Self Made, de Shira Geffen

par Lamara Leprêtre-Habib

 67e Festival de Cannes – 53e Semaine de la critique – vendredi 16 mai 2014

Self made1Self Made de Shira Geffen. Semaine de la critique – Miramar – 18h30
Self made 2

Self Made est construit sur un principe de montage alterné : une artiste israélienne et une employée de magasin-type IKEA sont filmées chacune dans son quotidien dans des fragments de 5 à 10 minutes à chaque fois. La première est seule chez elle puisque son compagnon est en déplacement, la seconde traverse chaque jour le check-point pour se rendre de l’autre côté de la frontière, dans les territoires israéliens. Leurs chemins finissent par se croiser au bout d’une heure à la faveur d’une bizarrerie narrative : l’artiste se retrouve aux abords du check-point au moment où la jeune femme arabe est retenue provisoirement après qu’une dispute a éclaté. Et par une autre bizarrerie narrative, l’une prend la place de l’autre pour le dernier tiers du film.

Avant déjà tout dysfonctionnait dans leur vie. L’artiste est progressivement envahie par les cartons IKEA sans avoir rien demandé, des journalistes intrusifs s’invitent chez elle, un éleveur de crabes s’impose dans sa salle de bain où il prend possession de la baignoire. L’employée, elle, ne connaît son chemin qu’en y semant des vis tout le long, elle entretient une relation sexuelle avec un homme qu’elle croise, sans qu’on sache bien pourquoi, et son père est en prison.

La belle idée que le film développe pendant une heure est qu’un même dysfonctionnement unit deux femmes d’un côté et de l’autre de la frontière. Il existe un décalage dont la raison est inconnue mais qui laisse à penser que dans les deux cas le réel est traversé par autre chose, de l’inconnu, bref une faille qui en même temps qu’elle viendrait agresser le quotidien lierait, à leur insu, les deux femmes — et donc les deux côtés de la frontière. Mais cette idée ne produit rien puisque leur réunion ne produit pas une complémentarité des deux pôles mais une multiplication et une amplification du dérèglement que subit le quotidien. Pourtant, l’arrière-plan politique est omniprésent : l’intrigue s’articule autour du check-point qu’on voit à quatre ou cinq reprises, et l’une des deux femmes finit habillée en bombe humaine. Les derniers mots du films font d’ailleurs signe vers le politique : la militaire israélienne du check-point à qui son ami demande de faire un voeu, elle répond qu’elle ne demandera pas la paix dans la région parce que, dit-elle, « mon service militaire s’achève ».

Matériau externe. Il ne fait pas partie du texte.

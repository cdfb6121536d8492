using ProtoLedger.Physics.Acquisition;
using ProtoLedger.Physics.Observables;

namespace ProtoLedger.Physics.Qualification;

/// <summary>Steady-state spin echoes and echo trains, with a flip-back pulse or without.</summary>
/// <param name="name">Name of the family.</param>
internal sealed class SpinEchoFamily(string name) : IProtocolFamily
{
    public string Name => name;

    public FamilyProtocol Protocol(CaseInputs inputs) => FamilyProtocol.Of(FamilyProtocol.SpinEchoOrTrain(inputs), inputs);

    public IReadOnlyDictionary<string, ComputedQuantity> Compute(CaseInputs inputs, IReadOnlyList<string> question) => Protocol(inputs).Signals();
}

/// <summary>All echoes of a train, first repetition from equilibrium.</summary>
internal sealed class MultiEchoSpinEchoFamily : IProtocolFamily
{
    public string Name => "multi_echo_spin_echo";

    public FamilyProtocol Protocol(CaseInputs inputs)
    {
        var echoes = inputs.Has("n_echoes") ? inputs.Number("n_echoes") : inputs.Numbers("refocus_deg").Length;
        var protocol = FamilyProtocol.Of(FamilyProtocol.SpinEchoOrTrain(inputs, echoes * inputs.Number("esp_ms")), inputs);
        return protocol with { Series = protocol.Series with { Timing = new SeriesTiming(State: StartState.FirstShot) } };
    }

    public IReadOnlyDictionary<string, ComputedQuantity> Compute(CaseInputs inputs, IReadOnlyList<string> question) => Protocol(inputs).Signals();
}

/// <summary>Spin echo with diffusion weighting; b given, or from the gradient lobes.</summary>
internal sealed class DiffusionSpinEchoFamily : IProtocolFamily
{
    public string Name => "diffusion_spin_echo";

    public FamilyProtocol Protocol(CaseInputs inputs) => FamilyProtocol.Of(
        new DiffusionSpinEcho(
            inputs.Number("TR_ms"), inputs.Number("TE_ms"), inputs.Number("flip_deg", 90), inputs.Number("refocus_deg", 180), BValueOf(inputs)),
        inputs);

    public IReadOnlyDictionary<string, ComputedQuantity> Compute(CaseInputs inputs, IReadOnlyList<string> question) =>
        new Dictionary<string, ComputedQuantity>(Protocol(inputs).Signals()) { ["b_s_per_mm2"] = BValueOf(inputs) };

    private static double BValueOf(CaseInputs inputs) => inputs.OptionalNumber("b_s_per_mm2") ?? BValue.Trapezoids(
        inputs.Number("G_mT_per_m"), inputs.Number("delta_ms"), inputs.Number("Delta_ms"), inputs.Number("ramp_ms", 0));
}
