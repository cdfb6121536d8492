namespace ProtoLedger.Protocols.Documents;

/// <summary>The five kinds of versioned document on which predictions depend. All go through the same change request.</summary>
public enum DocumentKind
{
    /// <summary>A named set of series for one kind of exam.</summary>
    Protocol,

    /// <summary>Field, pulses, limits and console wording of one scanner.</summary>
    Scanner,

    /// <summary>Ranges of off-resonance and B1+ scale for a body region.</summary>
    Conditions,

    /// <summary>Tissue values with their sources.</summary>
    Catalogue,

    /// <summary>Written limits on predicted numbers.</summary>
    Expectations,
}
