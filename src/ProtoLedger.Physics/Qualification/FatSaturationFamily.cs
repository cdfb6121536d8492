using ProtoLedger.Physics.Observables;
using ProtoLedger.Physics.Pulses;

namespace ProtoLedger.Physics.Qualification;

/// <summary>Chemically selective saturation, then excitation; fat (one line) and water apart.</summary>
internal sealed class FatSaturationFamily : IQualificationFamily
{
    public string Name => "fat_saturation";

    public IReadOnlyDictionary<string, ComputedQuantity> Compute(CaseInputs inputs, IReadOnlyList<string> question)
    {
        var field = inputs.Number("B0_T");
        var b1 = inputs.Number("B1", 1);
        var pulse = inputs.Object("pulse");
        var response = new SpectralResponse(PulseInputs.Read(pulse), inputs.Number("carrier_detune_Hz", 0), field);
        var steady = new SpectralSteadyState(
            pulse.Number("duration_ms"),
            inputs.Number("delay_ms"),
            inputs.Number("TE_ms"),
            inputs.Number("TR_ms"),
            1,
            b1 * inputs.Number("flip_deg"),
            Refocusing(inputs) * b1);
        var offResonance = inputs.Number("off_resonance_Hz", 0);
        var result = new Dictionary<string, ComputedQuantity> { ["fat_shift_Hz"] = Proton.ShiftHz(FatSpectrum.CarrierPpm, field) };
        Add(result, "fat", Species(inputs.Object("fat"), FatSpectrum.CarrierPpm));
        Add(result, "water", Species(inputs.Object("water"), 0));
        return result;

        SpectralSignal Species(CaseInputs tissue, double shiftPpm)
        {
            var (t1, t2) = (tissue.Number("T1_ms"), tissue.Number("T2_ms"));
            return steady.Solve(response.Longitudinal(shiftPpm, b1, offResonance, t1, t2), t1, t2);
        }
    }

    private static double? Refocusing(CaseInputs inputs) => inputs.Text("readout") switch
    {
        "spin_echo" => inputs.Number("refocus_deg", 180),
        "gradient_echo" => null,
        var readout => throw new ArgumentException($"/readout: '{readout}' is none of spin_echo, gradient_echo."),
    };

    private static void Add(Dictionary<string, ComputedQuantity> result, string species, SpectralSignal signal)
    {
        result[$"{species}_mz_after_pulse"] = signal.AfterPulse;
        result[$"{species}_mz_before_excitation"] = signal.BeforeExcitation;
        result[$"{species}_signed"] = signal.Signed;
        result[$"{species}_signal"] = Math.Abs(signal.Signed);
    }
}
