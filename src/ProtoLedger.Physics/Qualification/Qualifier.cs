namespace ProtoLedger.Physics.Qualification;

/// <summary>Evaluates reference files with the public engine: what a physicist qualifies an installation with.</summary>
public static class Qualifier
{
    private static readonly IProtocolFamily[] ProtocolFamilies =
    [
        new SpinEchoFamily("spin_echo"),
        new MultiEchoSpinEchoFamily(),
        new SpinEchoFamily("echo_train_steady_state"),
        new SpinEchoFamily("driven_equilibrium"),
        new InversionRecoveryFamily(),
        new DoubleInversionRecoveryFamily(),
        new SpoiledGradientEchoFamily(),
        new BalancedFamily(),
        new InversionGradientTrainFamily(),
        new DiffusionSpinEchoFamily(),
    ];

    /// <summary>Every family the engine has. A new family is one class and one line here.</summary>
    private static readonly Dictionary<string, IQualificationFamily> Families = new IQualificationFamily[]
    {
        new SensitivitiesFamily(ProtocolFamilies),
        new InversionPulsesFamily(),
        new SliceProfileFamily(),
        new FatSaturationFamily(),
    }.Concat(ProtocolFamilies).ToDictionary(f => f.Name);

    /// <summary>Computes every case of a file.</summary>
    /// <param name="file">The file.</param>
    /// <returns>The report; a family that is not built gives a report that says so, a case that cannot be computed carries its error.</returns>
    public static QualificationReport Evaluate(QualificationFile file)
    {
        ArgumentNullException.ThrowIfNull(file);
        return Families.TryGetValue(file.Family, out var family)
            ? new QualificationReport(file.Family, true, Prediction.ModelIdentity.Current, [.. file.Cases.Select(c => Evaluate(family, c))])
            : new QualificationReport(file.Family, false, Prediction.ModelIdentity.Current, []);
    }

    private static QualificationCaseResult Evaluate(IQualificationFamily family, QualificationCase testCase)
    {
        try
        {
            var computed = family.Compute(new CaseInputs(testCase.Inputs), testCase.Question);
            var missing = testCase.Question.FirstOrDefault(name => !computed.ContainsKey(name));
            return missing is null
                ? new QualificationCaseResult(testCase.Id, [.. testCase.Question.Select(name => Judge(testCase, name, computed[name]))], null)
                : new QualificationCaseResult(testCase.Id, [], $"The family {family.Name} has no quantity {missing} for these inputs.");
        }
        catch (Exception e) when (e is ArgumentException or InvalidOperationException)
        {
            return new QualificationCaseResult(testCase.Id, [], e.Message);
        }
    }

    private static QualificationQuantity Judge(QualificationCase testCase, string name, ComputedQuantity computed)
    {
        if (testCase.Expected is null)
            return new QualificationQuantity(name, computed.Values, computed.IsList, null, null, QuantityVerdict.Asked);
        var expected = testCase.Expected[name];
        var limit = testCase.ToleranceByQuantity.TryGetValue(name, out var own) ? own : testCase.AbsoluteTolerance;
        var sameLength = expected.Count == computed.Values.Count;
        var deviation = sameLength ? expected.Zip(computed.Values, (e, c) => Math.Abs(e - c)).DefaultIfEmpty(0).Max() : double.PositiveInfinity;
        return new QualificationQuantity(
            name, computed.Values, computed.IsList, deviation, double.IsNaN(limit) ? null : limit,
            deviation <= limit ? QuantityVerdict.Within : QuantityVerdict.Outside);
    }
}
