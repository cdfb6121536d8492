namespace ProtoLedger.Protocols.Documents;

/// <summary>Named B0/B1 conditions of a body region, habitus or cause.</summary>
/// <param name="Id">Identifier.</param>
/// <param name="Title">As people say it.</param>
/// <param name="Note">Free prose.</param>
/// <param name="Conditions">At least one.</param>
public sealed record ConditionsDocument(string Id, string Title, string? Note, IReadOnlyList<FieldCondition> Conditions)
    : LedgerDocument(Id, Title, Note)
{
    /// <inheritdoc/>
    public override DocumentKind Kind => DocumentKind.Conditions;
}

/// <summary>Ranges of the fields that a voxel can meet. A range with equal ends is a single point.</summary>
/// <param name="Name">Identifier within the document.</param>
/// <param name="Title">As a report says it.</param>
/// <param name="OffResonance">Hz at the named field strength; scaled with B0 when <paramref name="OffResonanceField"/> is given.</param>
/// <param name="OffResonanceField">T at which the range was stated, or null when it does not scale.</param>
/// <param name="B1Scale">Actual over nominal flip angle.</param>
/// <param name="UnpreparedInflow">Fractions at which residual fluid is reported, each in [0, 1]; empty for none.</param>
public sealed record FieldCondition(
    string Name,
    string Title,
    ValueRange OffResonance,
    double? OffResonanceField,
    ValueRange B1Scale,
    IReadOnlyList<double> UnpreparedInflow);

/// <summary>A closed range.</summary>
/// <param name="Low">Lowest value.</param>
/// <param name="High">Highest value, ≥ <paramref name="Low"/>.</param>
public readonly record struct ValueRange(double Low, double High);
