using System.Text.Json;

namespace ProtoLedger.Physics.Qualification;

/// <summary>A file of reference vectors: one family of sequences, cases with inputs, expected numbers and tolerances.</summary>
/// <param name="Family">Name of the family, such as <c>spin_echo</c>.</param>
/// <param name="Cases">The cases in the order of the file.</param>
public sealed record QualificationFile(string Family, IReadOnlyList<QualificationCase> Cases)
{
    /// <summary>Reads a file's text.</summary>
    /// <param name="json">UTF-16 text of the file.</param>
    /// <exception cref="FormatException">The text is not JSON or lacks a member; the message gives the JSON pointer.</exception>
    public static QualificationFile Read(string json) => QualificationReader.Read(json);
}

/// <summary>One case of a reference file.</summary>
/// <param name="Id">Name of the case.</param>
/// <param name="Inputs">Inputs under the names of the file.</param>
/// <param name="Question">Names of the numbers asked for, in order.</param>
/// <param name="Expected">Expected numbers under those names; null where the file only asks.</param>
/// <param name="AbsoluteTolerance">Tolerance of every number; NaN where none is given.</param>
/// <param name="ToleranceByQuantity">Tolerances that override it, by name.</param>
public sealed record QualificationCase(
    string Id,
    JsonElement Inputs,
    IReadOnlyList<string> Question,
    IReadOnlyDictionary<string, IReadOnlyList<double>>? Expected,
    double AbsoluteTolerance,
    IReadOnlyDictionary<string, double> ToleranceByQuantity);
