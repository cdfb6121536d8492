using System.Text.Json;

namespace ProtoLedger.Physics.Qualification;

/// <summary>Reads reference files.</summary>
internal static class QualificationReader
{
    internal static QualificationFile Read(string json)
    {
        JsonElement root;
        try
        {
            using var document = JsonDocument.Parse(json);
            root = document.RootElement.Clone();
        }
        catch (JsonException e)
        {
            throw new FormatException($"The file is not JSON: {e.Message}", e);
        }

        var family = Member(root, "", "family", JsonValueKind.String).GetString()!;
        var cases = Member(root, "", "cases", JsonValueKind.Array).EnumerateArray().Select((c, i) => ReadCase(c, $"/cases/{i}"));
        return new QualificationFile(family, [.. cases]);
    }

    private static QualificationCase ReadCase(JsonElement element, string path)
    {
        var id = Member(element, path, "id", JsonValueKind.String).GetString()!;
        var inputs = Member(element, path, "inputs", JsonValueKind.Object);
        var tolerances = new Dictionary<string, double>();
        var absolute = double.NaN;
        if (element.TryGetProperty("tolerance", out var tolerance) && tolerance.ValueKind == JsonValueKind.Object)
        {
            if (tolerance.TryGetProperty("absolute", out var value))
                absolute = Number(value, $"{path}/tolerance/absolute");
            if (tolerance.TryGetProperty("by_quantity", out var byQuantity) && byQuantity.ValueKind == JsonValueKind.Object)
                foreach (var member in byQuantity.EnumerateObject())
                    tolerances[member.Name] = Number(member.Value, $"{path}/tolerance/by_quantity/{member.Name}");
        }

        if (element.TryGetProperty("expected", out var expected) && expected.ValueKind == JsonValueKind.Object)
        {
            var numbers = expected.EnumerateObject().ToDictionary(m => m.Name, m => Numbers(m.Value, $"{path}/expected/{m.Name}"));
            return new QualificationCase(id, inputs, [.. expected.EnumerateObject().Select(m => m.Name)], numbers, absolute, tolerances);
        }

        var question = Member(element, path, "question", JsonValueKind.Array).EnumerateArray()
            .Select((q, i) => q.ValueKind == JsonValueKind.String ? q.GetString()! : throw new FormatException($"{path}/question/{i}: a text is needed."));
        return new QualificationCase(id, inputs, [.. question], null, absolute, tolerances);
    }

    private static JsonElement Member(JsonElement element, string path, string name, JsonValueKind kind) =>
        element.ValueKind == JsonValueKind.Object && element.TryGetProperty(name, out var value) && value.ValueKind == kind
            ? value
            : throw new FormatException($"{path}/{name}: missing or not of kind {kind}.");

    private static double Number(JsonElement value, string path) =>
        value.ValueKind == JsonValueKind.Number ? value.GetDouble() : throw new FormatException($"{path}: a number is needed.");

    private static IReadOnlyList<double> Numbers(JsonElement value, string path) =>
        value.ValueKind == JsonValueKind.Array
            ? [.. value.EnumerateArray().Select((v, i) => Number(v, $"{path}/{i}"))]
            : [Number(value, path)];
}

Qu’est-ce à dire, alors ? Que l’absurdité de la situation israélo-palestinienne est telle que le quotidien lui-même finit par être absurde ? (Personne n’est là pour questionner les intrusions, acceptées comme telles parce qu’il y a quelque chose de plus absurde, et accepté, qui est cette scission entre les deux. Alors absurde pour absurde, l’inversion des rôles n’est pas plus absurde que le rituel qui oblige à faire la queue chaque jour au check point et à abandonner des clous sur le sol afin de se repérer sur son chemin.) Que les femmes sont les mêmes d’un côté et de l’autre ? Qu’il n’y a, même, peut-être qu’une seule femme coupée en deux ? Le film ne tranche aucune des questions du spectateur mais fait proliférer les explications possibles. A tel point qu’il a tout l’air d’une parabole, mais d’une parabole vide. Le merveilleux quotidien fait d’abord penser à Aki Kaurismäki mais avec un humanisme moins évident; puis l’on trouve des passages dans la droite ligne du Temps qu’il reste d’Elia Suleiman mais avec nettement moins de beauté et de drôlerie. Self Made ressemble à un patchwork dont la bigarrure, après avoir intrigué, se conclut dans l’ennui et le scepticisme du spectateur, dont l’attention est certes réveillée par le (sou)rire, mais seulement épisodiquement.

Scénario de Shira Geffen. Image de Ziv Berkovich. Montage de Nili Feller. Son de Alex Claude, Daniel Meir. Décors de Arad Sawat. Musique de Amit Poznansky.
Avec : Sarah Adler, Samira Saraya, Doraid Liddawi, Na’ama Shoham et Ziad Bakri.
Israël, 2014.
En compétition à la 53e Semaine de la critique (67e Festival de Cannes).